# over stimulated



## Fire Opal (Apr 16, 2008)

Hi ya

Advice please

just had follow up call from Doc

Having really bad hot flushes and dizzy spells days after 2nd month of 50 clomid.

He's told me to drop to half a tablet next month.
If i've been over stimulated this month does this mean risk of twins ?  

Bex


----------



## ☼♥ Minxy ♥☼ © (Jan 13, 2005)

Hi

Have you had a scan to see whether you've overstimulated ?  Has your consultant suggested you've overstimmed on the clomid or is he reducing the dose because you've shown previous ovulation on clomid and you're experiencing side effects ?

If you produce 2 dominant follicles and both release eggs then yes, there's a chance of twins....but then you could get twins from a single egg dividing.

Overstimming is slightly different to producing more than one dominant follicle.....overstimming is when you get lots of follicles, your ovaries swell and there's a risk of OHSS.

Perhaps have a word with your consultant about your concerns. 

Take care
Natasha


----------



## ❣Audrey (Aug 22, 2008)

I was going to say the same as Minxy - hope you're ok xxx


----------



## Heluerto (Aug 5, 2008)

I went for scan and had three dominant eggs (risk of triplets) and they told me to use contraception.  They are talking about putting me on 1/2 tablets too - but they also told me that they want me to loose more weight first, despite the fact I was weighed before being prescribed them in the first place!

Really you dont know until the scan, but if you are having problems and haven't had a full dose this time, it may not be enough to do its stuff this time.


----------



## Fire Opal (Apr 16, 2008)

I don't really know any more,

When he rang me today I just told him how i have been feeling and he said to go to half, he said i might be over stim ? 

This is only my 2nd month and last month i did ov. also was 10 days late so they reckon i could have MC early.

Haven't been offered any scans, all a bit vage really.

Feeling better this pm, less dizzy.

Cheers for ya replies

Bex

Heluerto started clomid, full tablet 50 last tues 26th so this month will be full on, if no pg then half tab


----------



## ☼♥ Minxy ♥☼ © (Jan 13, 2005)

Sorry to hear you may have suffered an early mc  Thing is, unless they know exactly when you ovulated, clomid can lengthen (or shorten) your cycles......and although many say luteal phase (from ovulation to AF) is always 14 days, that's actually a bit of a myth. Luteal phase can be anywhere between 10 - 17/18 days and still be classed as normal. I ovulate fine every month (naturally, not clomid) on cd14/15 but my cycles are 30/31 days so have a longer luteal phase. I have suffered 2 naturally conceived early mc's (as well as 2 through IVF) so I can empathise with you completely but unless you get +ve pg test and/or HCG blood test then really no way of knowing.

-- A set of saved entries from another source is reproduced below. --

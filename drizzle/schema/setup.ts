import { mysqlTable, varchar } from 'drizzle-orm/mysql-core'
import { at } from './auth'

/** What was set up once in this database ("demo"), so that no later start does it again. */
export const setup = mysqlTable('setup', {
  name: varchar({ length: 60 }).primaryKey(),
  at: at().notNull().defaultNow(),
})
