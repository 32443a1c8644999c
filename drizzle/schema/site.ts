import { index, mysqlTable, primaryKey, text, varchar } from 'drizzle-orm/mysql-core'
import { at, id, organization, user } from './auth'

/** A site is one job of a practice. */
export const site = mysqlTable(
  'site',
  {
    id: id().primaryKey(),
    practiceId: id()
      .notNull()
      .references(() => organization.id, { onDelete: 'cascade' }),
    name: varchar({ length: 200 }).notNull(),
    number: varchar({ length: 60 }).notNull().default(''),
    place: varchar({ length: 200 }).notNull().default(''),
    client: varchar({ length: 200 }).notNull().default(''),
    note: text(),
    /** Owns the site: may share it, make and revoke links. */
    ownerId: id()
      .notNull()
      .references(() => user.id),
    archivedAt: at(),
    createdAt: at().notNull().defaultNow(),
    updatedAt: at().notNull().defaultNow(),
  },
  (t) => [index('site_practice').on(t.practiceId, t.archivedAt, t.name)],
)

/** People outside the practice with whom one site is shared. */
export const siteShare = mysqlTable(
  'site_share',
  {
    siteId: id()
      .notNull()
      .references(() => site.id, { onDelete: 'cascade' }),
    userId: id()
      .notNull()
      .references(() => user.id, { onDelete: 'cascade' }),
    role: varchar({ length: 16 }).$type<'editor' | 'reader'>().notNull(),
    createdBy: id().notNull(),
    createdAt: at().notNull().defaultNow(),
  },
  (t) => [primaryKey({ columns: [t.siteId, t.userId] }), index('site_share_user').on(t.userId)],
)
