import {
  bigint,
  customType,
  index,
  int,
  json,
  mediumtext,
  mysqlTable,
  primaryKey,
  varchar,
} from 'drizzle-orm/mysql-core'
import { at, id, organization, user } from './auth'
import { site } from './site'

/** Bytes of Yjs: updates and whole states. */
export const bytes = customType<{ data: Uint8Array; driverData: Buffer }>({
  dataType: () => 'longblob',
  toDriver: (value) => Buffer.from(value.buffer, value.byteOffset, value.byteLength),
  fromDriver: (value) => new Uint8Array(value.buffer, value.byteOffset, value.byteLength),
})

export const section = mysqlTable(
  'section',
  {
    id: id().primaryKey(),
    siteId: id()
      .notNull()
      .references(() => site.id, { onDelete: 'cascade' }),
    practiceId: id()
      .notNull()
      .references(() => organization.id, { onDelete: 'cascade' }),
    /** Copy of the document's title, refreshed when the log is folded; the document is the truth. */
    title: varchar({ length: 200 }).notNull(),
    /** Restoring an old version starts a new epoch: a client that was away cannot merge the old future back. */
    epoch: int().notNull().default(1),
    createdBy: id()
      .notNull()
      .references(() => user.id),
    archivedAt: at(),
    createdAt: at().notNull().defaultNow(),
    updatedAt: at().notNull().defaultNow(),
  },
  (t) => [
    index('section_site').on(t.siteId, t.archivedAt, t.title),
    index('section_practice').on(t.practiceId, t.updatedAt),
  ],
)

/** The update log: what doc.on('update') gave, in the order it was committed. The log past the snapshot is the truth. */
export const sectionUpdate = mysqlTable(
  'section_update',
  {
    seq: bigint({ mode: 'number' }).primaryKey().autoincrement(),
    sectionId: id()
      .notNull()
      .references(() => section.id, { onDelete: 'cascade' }),
    epoch: int().notNull(),
    update: bytes().notNull(),
    /** Who wrote it; null for the server's own first state. */
    userId: id(),
    at: at().notNull().defaultNow(),
  },
  (t) => [index('section_update_log').on(t.sectionId, t.epoch, t.seq)],
)

/** The folded state of one section: everything in the log up to and including `seq`. */
export const sectionSnapshot = mysqlTable(
  'section_snapshot',
  {
    sectionId: id()
      .notNull()
      .references(() => section.id, { onDelete: 'cascade' }),
    epoch: int().notNull(),
    seq: bigint({ mode: 'number' }).notNull(),
    state: bytes().notNull(),
    at: at().notNull().defaultNow(),
  },
  (t) => [primaryKey({ columns: [t.sectionId, t.epoch] })],
)

/** What lists and first views show, made when the log is folded; may be thrown away and made again. */
export const sectionView = mysqlTable('section_view', {
  sectionId: id()
    .primaryKey()
    .references(() => section.id, { onDelete: 'cascade' }),
  epoch: int().notNull(),
  seq: bigint({ mode: 'number' }).notNull(),
  /** The section document (format of METHODS §1) as last read. */
  document: json(),
  /** Small true drawing with its water table, SVG text. */
  thumbnail: mediumtext(),
  readings: json(),
  at: at().notNull().defaultNow(),
})

/** Named and automatic versions that can be looked at and restored. */
export const sectionVersion = mysqlTable(
  'section_version',
  {
    id: id().primaryKey(),
    sectionId: id()
      .notNull()
      .references(() => section.id, { onDelete: 'cascade' }),
    epoch: int().notNull(),
    seq: bigint({ mode: 'number' }).notNull(),
    kind: varchar({ length: 16 }).$type<'automatic' | 'named' | 'restored'>().notNull(),
    name: varchar({ length: 200 }).notNull().default(''),
    state: bytes().notNull(),
    createdBy: id(),
    createdAt: at().notNull().defaultNow(),
  },
  (t) => [index('section_version_section').on(t.sectionId, t.createdAt)],
)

I was prescribed 50mg clomid a few years ago...it was to boost things so I released more eggs and had scans and progesterone bloods that indicated released 2 or 3 each cycle....we were told not to ttc if I had over 3 dominant follicles.

Perhaps it would be worth requesting a scan next month to see what's happening.

The symptoms you mention could just be from side effects of the clomid and not actually overstimming (but at least your GP/consultant is taking this into account by reducing your dose). Here's some info re side effects...

http://www.fertilityfriends.co.uk/forum/index.php?topic=48662.0

Are you seeing GP or a fertility consultant ?

Take care
Natasha


----------



## Fire Opal (Apr 16, 2008)

Cheers hun

I'm seeing F doc at the clininc, went to my local doc when i was late and wasn't feeling well and he had to look up clomid in a book, so not bothering with him now.

Can i just ask for a scan?

I've always been 27 to 30 days, last month was the only time i've ever been 10 days late.
They have said if i'm late this month they want me to have a blood test
Have day 21 blood test on the 15th, used to hate needles but now they don't bother me.

It seems to me that it's just a questing game.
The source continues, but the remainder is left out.